LONDON FASHION WEEK: "I'M PASSIONATE about fashion and what it can do for our country", said Samantha Cameron yesterday, dressed head to toe in British labels, at the opening of the 27th London Fashion Week at Somerset House.
The British prime minister’s wife who is an ambassador for the British Fashion Council last night hosted a reception at No 10 Downing Street for movers and shakers in the industry. Harold Tillman, chairman of the council, however, referred at the opening to the “suffering” that government cuts have had on trade, but added that the show schedule offered diversity, innovation, newness and established design talent.
“Fashion is one world now,” he told The Irish Times, “and we are getting better at selling our product internationally – London is not just about creativity, it’s about business.”
Kicking off the first of the 65 catwalk presentations for the tenth consecutive season, was Paul Costelloe, whose 24-year-old daughter Jessica, a flame-haired mezzo-soprano just graduated from the Julliard School of Music in New York, made a memorable cameo appearance at the start of the show dressed in a bright red tweed boucle coat emblematic of the use of heritage fabrics throughout the collection. “Irish materials like plaids and herringbones seemed just right for now,” said the designer who has secured a new backer for his womenswear label.

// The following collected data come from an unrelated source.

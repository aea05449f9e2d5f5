import type { CurveSourceEntry } from "./curve.js";
import type { CommentLine } from "./curve-lines.js";
import { refusal } from "./refusal.js";
import { tidyText } from "./tidy-text.js";

/** A value that a comment gives, and the line it stands on. */
export interface StatedText {
  readonly text: string;
  readonly line: number;
}

/** What the comments of a text say: settings of the curve itself, and its provenance in the order given. */
export interface CurveComments {
  readonly label: StatedText | undefined;
  readonly pointUncertainty: StatedText | undefined;
  readonly axisUncertainty: StatedText | undefined;
  readonly source: readonly CurveSourceEntry[];
}

type Setting = "label" | "pointUncertainty" | "axisUncertainty";

/** Keys that set something, in lower case; every other key is provenance. */
const settings: ReadonlyMap<string, Setting> = new Map([
  ["label", "label"],
  ["point uncertainty", "pointUncertainty"],
  ["uncertainty", "pointUncertainty"],
  ["axis uncertainty", "axisUncertainty"],
]);

/** Longest key; a colon further on is one of a sentence. */
export const longestKey = 60;

/** Sorts comments into settings and provenance. */
export function curveComments(comments: readonly CommentLine[]): CurveComments {
  const found = new Map<Setting, StatedText>();
  const source: CurveSourceEntry[] = [];
  for (const { line, text } of comments) {
    const entry = readComment(text);
    if (entry === undefined) continue;
    const setting = settings.get(entry.key.toLowerCase());
    if (setting === undefined) {
      source.push(entry);
      continue;
    }
    const earlier = found.get(setting);
    if (earlier !== undefined)
      throw refusal(line, `"# ${entry.key}:" stands on line ${earlier.line} already; keep one of the two`);
    found.set(setting, { text: entry.value, line });
  }
  return {
    label: found.get("label"),
    pointUncertainty: found.get("pointUncertainty"),
    axisUncertainty: found.get("axisUncertainty"),
    source,
  };
}

/** `key: value`, or a free remark; the colon of a key is followed by a blank or the end. `: text` is a remark with a colon. */
export function readComment(text: string): CurveSourceEntry | undefined {
  const tidy = tidyText(text);
  if (tidy === "") return undefined;
  const colon = `${tidy} `.indexOf(": ");
  if (colon < 0 || colon > longestKey) return { key: "", value: tidy };
  const entry = { key: tidy.slice(0, colon).trim(), value: tidy.slice(colon + 2).trim() };
  return entry.key === "" && entry.value === "" ? undefined : entry;
}

/** The comment that {@link readComment} reads back. */
export function writeComment({ key, value }: CurveSourceEntry): string {
  if (key !== "") return `# ${key}: ${value}`.trimEnd();
  return readComment(value)?.key === "" && !value.startsWith(": ") ? `# ${value}` : `# : ${value}`;
}

/** Whether a key sets something, so that it cannot name provenance. */
export function isSettingKey(key: string): boolean {
  return settings.has(key.toLowerCase());
}
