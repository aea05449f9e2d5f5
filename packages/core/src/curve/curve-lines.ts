import { isBlank } from "../ground/is-blank.js";
import { quoted } from "../ground/quoted.js";
import { refusal } from "./refusal.js";

/** Most rows and longest line, in characters, that a curve's text may have. */
export const mostRows = 1_000_000;
export const longestLine = 1000;

/** A comment: what stands behind # on a line, and which line. */
export interface CommentLine {
  readonly line: number;
  readonly text: string;
}

/** Where the lines that hold cells stand in the text, without comments and without blanks at their ends. */
export interface CurveLines {
  readonly comments: readonly CommentLine[];
  readonly from: readonly number[];
  readonly to: readonly number[];
  /** Counted from 1. */
  readonly line: readonly number[];
}

const lineFeed = 10;
const carriageReturn = 13;
const hash = 35;

/** Takes a text apart into lines, by one pass over its characters: rows by the million stay places, not strings. */
export function curveLines(text: string): CurveLines {
  const comments: CommentLine[] = [];
  const from: number[] = [];
  const to: number[] = [];
  const line: number[] = [];
  let number = 0;
  for (let start = 0; start <= text.length; ) {
    number += 1;
    const end = lineEnd(text, start);
    if (end - start > longestLine)
      throw refusal(
        number,
        `expected at most ${longestLine} characters, got ${end - start}, beginning ${quoted(text.slice(start, start + 20))}`,
      );
    let contentEnd = end;
    const comment = hashIn(text, start, end);
    if (comment < end) {
      comments.push({ line: number, text: text.slice(comment + 1, end) });
      contentEnd = comment;
    }
    const first = skipBlanks(text, start, contentEnd);
    if (first < contentEnd) {
      if (from.length > mostRows)
        // one more line may be a heading
        throw refusal(number, `expected at most ${mostRows} rows, got more; thin the curve first`);
      from.push(first);
      to.push(skipBlanksBack(text, first, contentEnd));
      line.push(number);
    }
    start = text.charCodeAt(end) === carriageReturn && text.charCodeAt(end + 1) === lineFeed ? end + 2 : end + 1;
  }
  return { comments, from, to, line };
}

/** The place of the first blank run's end at or after `from`. */
export function skipBlanks(text: string, from: number, to: number): number {
  let at = from;
  while (at < to && isBlank(text.charCodeAt(at))) at += 1;
  return at;
}

/** The end of [from, to) without the blanks before it. */
export function skipBlanksBack(text: string, from: number, to: number): number {
  let at = to;
  while (at > from && isBlank(text.charCodeAt(at - 1))) at -= 1;
  return at;
}

function lineEnd(text: string, from: number): number {
  let at = from;
  for (; at < text.length; at += 1) {
    const code = text.charCodeAt(at);
    if (code === lineFeed || code === carriageReturn) break;
  }
  return at;
}

/** Looks no further than the line: a search to the end of the text from every line would be quadratic. */
function hashIn(text: string, from: number, to: number): number {
  let at = from;
  while (at < to && text.charCodeAt(at) !== hash) at += 1;
  return at;
}
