import type { DecimalMark } from "../ground/decimal.js";
import { commaUse } from "../ground/decimal-mark.js";
import { MalformedDataError } from "../ground/errors.js";
import { quoted } from "../ground/quoted.js";
import type { UnitReading } from "../ground/unit.js";
import { beginsNumber, cellCount, type Separator, separatorOf, splitHeading } from "./curve-cells.js";
import { type Column, headingColumns, plainColumns } from "./curve-columns.js";
import { type CurveLines, mostRows } from "./curve-lines.js";
import { refusal } from "./refusal.js";

/** How the rows of a text are to be read, decided once for all of them. */
export interface CurveTable {
  readonly separator: Separator;
  readonly mark: DecimalMark;
  readonly columns: readonly Column[];
  /** Index of the first row among the lines: 1 below a heading. */
  readonly firstRow: number;
}

/** Units of columns whose heading names none. */
export interface GivenUnits {
  readonly frequency: UnitReading | undefined;
  readonly density: UnitReading | undefined;
}

/** Looks at the first line, which may be a heading, and at the commas of the rows. */
export function curveTable(text: string, lines: CurveLines, given: GivenUnits): CurveTable {
  const lineText = (index: number): string => text.slice(lines.from[index] ?? 0, lines.to[index] ?? 0);
  const first = lineText(0);
  const firstRow = first !== "" && !beginsNumber(first, 0) ? 1 : 0;
  const count = lines.from.length - firstRow;
  if (count < 2)
    throw new MalformedDataError(
      `A curve needs at least two rows at different frequencies, such as "1 kHz, 85 nV/√Hz"; got ${count}${first === "" ? "" : ` after ${quoted(first)}`}.`,
    );
  if (count > mostRows)
    throw refusal(lines.line[firstRow + mostRows] ?? 0, `expected at most ${mostRows} rows, got more; thin the curve`);
  const separator = separatorOf(first);
  const cells = cellCount(lineText(firstRow), separator);
  const columns =
    firstRow === 0 ? plainColumns(cells) : headingColumns(splitHeading(first, separator, cells), lines.line[0] ?? 1);
  return {
    separator,
    mark: separator === ";" || separator === "\t" ? decimalMark(text, lines, firstRow) : ".",
    columns: columns.map((column) => withUnit(column, given)),
    firstRow,
  };
}

/** A comma between digits of any row makes the comma the mark of all rows, unless it may stand for thousands throughout. */
function decimalMark(text: string, { from, to, line }: CurveLines, firstRow: number): DecimalMark {
  let unclear: number | undefined;
  for (let index = firstRow; index < from.length; index += 1) {
    const use = commaUse(text, from[index], to[index]);
    if (use === "decimal") return ",";
    if (use === "ambiguous") unclear ??= index;
  }
  if (unclear === undefined) return ".";
  throw refusal(
    line[unclear] as number,
    `expected numbers that can be read in one way, got ${quoted(text.slice(from[unclear], to[unclear]))}, where the comma may be decimal or stand for thousands; write 1000 or 1.000`,
  );
}

function withUnit(column: Column, given: GivenUnits): Column {
  if (column.unit !== undefined || (column.role !== "frequency" && column.role !== "density")) return column;
  return { ...column, unit: given[column.role] };
}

“I loved the brightness and the quality of the tweed.”
Many of the shapes were his signature ones, tunic and tent dresses with Peter Pan collars and neat suits with flirty skater skirts. Even the models’ uniformly coiffed red crimped hair was a tribute to his Irish roots and the chunky tweed swagger coats updated with hoodies evoked the simplicity and youthfulness of the late 1960s.
Menswear was more buttoned up and tight-fitting with jackets and trousers in velvet or Harris tweed giving way to more languid grey greatcoats.
Orla Kiely’s still-life show, all garden sheds and trees decorated with stuffed birds, promoted her new collection of abstracted bird prints inspired by Alfred Hitchcock’s 1963 movie, The Birds. The event premiered a short movie made in Los Angeles two weeks ago with hip young US actors and artists wearing her new collection by Mercedes Hellwein, a young director whose family live in Ireland.
Kiely’s husband and business partner Dermott Rowan said their sales figures are up 15 per cent on last year, that Kiely’s Citroën car is now in production, a second fragrance is on the way and their new flagship shop on the King’s Road opened just before Christmas. Rowan who was appointed to the board of the Crafts Council of Ireland in January takes up his position shortly.
“I am glad to be reconnected to Ireland. Orla and I are fiercely proud to be Irish and I think we can make a difference,” he said.